Work required — Between the line containing "upgraded first; truncates" and the line containing "return self._counts[0]" lies a run of lines; give that run again exactly, with both of those lines, and nothing else from the entries below.

[Collected data]
class StudyWriter:
    """The one process that appends to a study file. Use :meth:`create` or :meth:`open`."""

    def __init__(self, path: Path, lock: WriterLock, h5: h5py.File, fsync: bool) -> None:
        self.path = path
        self._lock = lock
        self._h5 = h5
        self._fsync = fsync
        self.header = read_header(h5)
        self._counts = [int(v) for v in h5["commit"][...]]
        # Dataset handles are looked up once: a lookup per write costs more than the write.
        self._ds = {name: h5[name] for name, _ in dataset_paths(FORMAT_VERSION)}
        self._commit_ds = h5["commit"]

    # -- opening

    @classmethod
    def create(
        cls, path: str | Path, header: Any, *, overwrite: bool = False, fsync: bool = True
    ) -> StudyWriter:
        """Create a new study file (atomically: built aside, then moved into place)."""
        path = Path(path)
        if not path.parent.is_dir():
            raise StudyFileError(f"{path}: directory {path.parent} does not exist; create it")
        lock = WriterLock(path)
        lock.acquire(path)
        try:
            if path.exists() and not overwrite:
                raise StudyFileError(_exists_message(path))
            tmp = path.with_name(f".{path.name}.creating-{os.getpid()}")
            try:
                with h5py.File(tmp, "w", locking=False) as h5:
                    write_layout(h5, header)
                os.replace(tmp, path)
            finally:
                if tmp.exists():
                    tmp.unlink()
            h5 = h5py.File(path, "r+", locking=False)
            return cls(path, lock, h5, fsync)
        except BaseException:
            lock.release()
            raise

    @classmethod
    def open(cls, path: str | Path, *, fsync: bool = True) -> StudyWriter:
        """Open an existing study to append: only a file that validates; a version-1 file is
        upgraded first; truncates it to its last commit (salvage if it refuses writes)."""
        from elopt.optimizer.store.salvage import salvage, upgrade

        path = Path(path)
        if not path.exists():
            raise StudyFileError(f"{path}: no such study file")
        lock = WriterLock(path)
        lock.acquire(path)
        try:
            try:
                snap = validate_file(path)
            except StudyFileError as exc:
                raise StudyFileError(
                    f"{exc} (not opened for writing: nothing was changed)"
                ) from None
            if snap.format_version != FORMAT_VERSION:
                upgrade(path)
            try:
                h5 = _open_truncated(path)
            except (OSError, KeyError, ValueError, RuntimeError) as exc:
                salvage(path, reason=str(exc))
                h5 = _open_truncated(path)
            return cls(path, lock, h5, fsync)
        except BaseException:
            lock.release()
            raise

    # -- appending

    @property
    def n_trials(self) -> int:
        return self._counts[0]

    @property
    def n_sessions(self) -> int:
        return self._counts[4]

    def begin_session(self, *, target_trials: int | None, hours: float | None, workers: int) -> int:
        """Record the start of a run or resume; returns the session index."""
        return self.append_session(time.time(), target_trials, hours, workers)

    def append_session(
        self, start_unix: float, target_trials: int | None, hours: float | None, workers: int
    ) -> int:
        n = self._counts[4]
        values = (
            start_unix,
            -1 if target_trials is None else target_trials,
            np.nan if hours is None else hours,
            workers,
        )
        for name, value in zip(SESSION_FIELDS, values, strict=True):
            _put(self._ds[f"sessions/{name}"], n, value)
        counts = list(self._counts)
        counts[4] = n + 1
        self._commit(counts)
        return n

    def append(self, record: TrialRecord) -> int:
        """Write one trial and commit it; returns its number (= its row)."""
        rows = self._rows_of(record)  # a record that breaks the layout's rules is refused here
        try:
            return self._append(*rows)
        except (OSError, RuntimeError) as exc:
            raise StudyFileError(
                f"{self.path}: writing trial {self._counts[0]} failed ({exc}); the "
                f"{self._counts[0]} trials committed before it are safe — fix the cause (disk "
                f"space?) and `elopt resume {self.path}`"
            ) from None

    def _rows_of(self, record: TrialRecord) -> tuple[dict, dict, np.ndarray, dict, bytes]:
        if record.state not in STATES:
            raise ValueError(f"state must be one of {STATES}, got {record.state!r}")
        n, n_cap, n_surf, n_text, _ = self._counts
        d = record.design if record.state == "complete" else None
        info = dict(record.info)
        cap = np.zeros((0, 0)) if d is None else np.asarray(d.capacitance_matrix_F, dtype=float)
        surface = _surface_rows(d)
        if d is not None:
            info.update(_design_text(d))
        text = strict_dumps(json_safe(info)).encode("utf-8") if info else b""
        length = len(surface["sigma_C_per_m2"])
        metrics = np.asarray(record.metrics, dtype=float).reshape(-1)
        location = np.full(POINT_COLUMNS, np.nan)
        if d is not None:
            location[: len(d.peak.location_m)] = d.peak.location_m
        scalars: dict[str, Any] = {
            "number": n,
            "state": STATES.index(record.state),
            "feasible": int(record.feasible),
            "session": record.session,
            "started_unix": record.started_unix,
            "finished_unix": record.finished_unix,
            "solve_s": record.solve_s,
            "worker": record.worker,
            "worker_pid": record.worker_pid,
            "sampler_generation": record.sampler_generation,
            "n_conductors": cap.shape[0],
            "capacitance_offset": n_cap,
            "surface_offset": n_surf,
            "surface_length": length,
            "text_offset": n_text,
            "text_length": len(text),
            "surface_kind": SURFACE_KIND_CODES.index(d.surface_kind or "none") if d else 0,
        }
        if d is not None:
            scalars.update(
                relative_error_estimate=d.relative_error_estimate,
                requested_accuracy=d.requested_accuracy,
                accuracy_met=int(d.accuracy_met),
                n_unknowns=d.n_unknowns,
                sense_capacitance_F=d.sense_capacitance_F,
                peak_surface_field_V_per_m=d.peak.field_V_per_m,
                peak_conductor=d.conductor_names.index(d.peak.conductor)
                if d.peak.conductor in d.conductor_names
                else -1,
                peak_at_sharp_corner=int(d.peak.at_sharp_corner),
                peak_rel_error_estimate=d.peak.rel_error_estimate,
            )
        for name, dtype, fill in SCALAR_COLUMNS:
            scalars.setdefault(name, fill)
            if dtype == "f8" and np.isinf(scalars[name]):
                scalars[name] = np.nan  # undefined: a reader refuses infinities
        cap = _undefined_as_nan(cap)
        surface = {
            k: _undefined_as_nan(v) if v.dtype.kind == "f" else v for k, v in surface.items()
        }
        matrices = {
            "params": record.params,
            "metrics": _undefined_as_nan(metrics),
            "objectives": record.objectives,
            "constraints": record.constraints,
            "peak_location_m": location,
        }
        widths = self.header.matrix_widths()
        for name in MATRIX_COLUMNS:
            row = np.asarray(matrices[name], dtype=float).reshape(-1)
            if row.shape != (widths[name],):
                raise ValueError(f"{name}: expected {widths[name]} values, got {row.shape}")
            matrices[name] = row
        columns = {k: np.asarray([v]) for k, v in scalars.items()}
        columns.update({k: v[None, :] for k, v in matrices.items()})
        columns["number"] = np.zeros(1, dtype=np.int64)
        for name in ("capacitance_offset", "surface_offset", "text_offset"):
            columns[name] = np.zeros(1, dtype=np.int64)
        try:
            check_columns(columns, self.header, [1, cap.size, length, len(text), self._counts[4]])
            judged = judged_metrics(columns["metrics"], self.header, [json_safe(info)])
            check_judged(columns, self.header, judged)
        except Damaged as exc:
            raise ValueError(f"trial {n} breaks the study file's rules: {exc}") from None
        return scalars, matrices, cap.reshape(-1), surface, text

    def _append(
        self, scalars: dict, matrices: dict, cap: np.ndarray, surface: dict, text: bytes
    ) -> int:
        n, n_cap, n_surf, n_text, n_sess = self._counts
        for name, value in scalars.items():
            _put(self._ds[f"trials/{name}"], n, value)
        for name, row in matrices.items():
            _put(self._ds[f"trials/{name}"], n, row)
        _extend(self._ds["capacitance_F"], n_cap, cap)
        for name in SURFACE_FIELDS:
            _extend(self._ds[f"surface/{name}"], n_surf, surface[name])
        _extend(self._ds["text"], n_text, np.frombuffer(text, dtype=np.uint8))
        self._sync()
        length = len(surface["sigma_C_per_m2"])
        self._commit([n + 1, n_cap + cap.size, n_surf + length, n_text + len(text), n_sess])
        return n

    def snapshot(self) -> StudySnapshot:
        """The committed trials, read through this writer's own handle."""
        try:
            return read_snapshot(self._h5, self.path, FORMAT_VERSION)
        except Damaged as exc:
            raise StudyFileError(f"{self.path}: {exc}") from None

    def close(self) -> None:
        if self._h5.id.valid:
            self._h5.close()
        self._lock.release()

    def __enter__(self) -> StudyWriter:
        return self

    def __exit__(self, *exc: object) -> None:
        self.close()

    def _commit(self, counts: list[int]) -> None:
        self._commit_ds[...] = np.asarray(counts, dtype=np.int64)
        self._sync()
        self._counts = counts

    def _sync(self) -> None:
        # HDF5's flush writes the superblock's end of file before it extends the file to it; a
        # kill in between leaves a file HDF5 refuses as truncated (seen in the kill test).
        # Extending the file to the allocated size first closes that window.
        allocated = self._h5.id.get_filesize()
        if os.path.getsize(self.path) < allocated:
            os.truncate(self.path, allocated)
        self._h5.flush()
        if self._fsync:
            os.fsync(self._h5.id.get_vfd_handle())


def _undefined_as_nan(values: np.ndarray) -> np.ndarray:
    """Not finite = undefined: stored as NaN (a reader refuses infinities)."""
    return np.where(np.isinf(values), np.nan, values)


def _design_text(d: DesignRecord) -> dict[str, Any]:
    """The design's small per-conductor facts, kept in the trial's JSON text."""
    return {
        "conductors": list(d.conductor_names),
        "conductor_drive": [
            {"potential_V": c.potential_V, "charge_C": c.charge_C} for c in d.conductors
        ],
        "potentials_V": [float(v) for v in d.potentials_V],
        "charges_C": [float(v) for v in d.charges_C],
        "ground_plane": bool(d.ground_plane),
        "sense_capacitance_meaning": d.sense_capacitance_meaning,
        "relative_error_estimate_covers": list(d.estimate_covers),
        "matrix_relative_error_estimate": float(d.matrix_estimate),
        **({"extra": dict(d.extra)} if d.extra else {}),
    }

Task answer —
        upgraded first; truncates it to its last commit (salvage if it refuses writes)."""
        from elopt.optimizer.store.salvage import salvage, upgrade

        path = Path(path)
        if not path.exists():
            raise StudyFileError(f"{path}: no such study file")
        lock = WriterLock(path)
        lock.acquire(path)
        try:
            try:
                snap = validate_file(path)
            except StudyFileError as exc:
                raise StudyFileError(
                    f"{exc} (not opened for writing: nothing was changed)"
                ) from None
            if snap.format_version != FORMAT_VERSION:
                upgrade(path)
            try:
                h5 = _open_truncated(path)
            except (OSError, KeyError, ValueError, RuntimeError) as exc:
                salvage(path, reason=str(exc))
                h5 = _open_truncated(path)
            return cls(path, lock, h5, fsync)
        except BaseException:
            lock.release()
            raise

    # -- appending

    @property
    def n_trials(self) -> int:
        return self._counts[0]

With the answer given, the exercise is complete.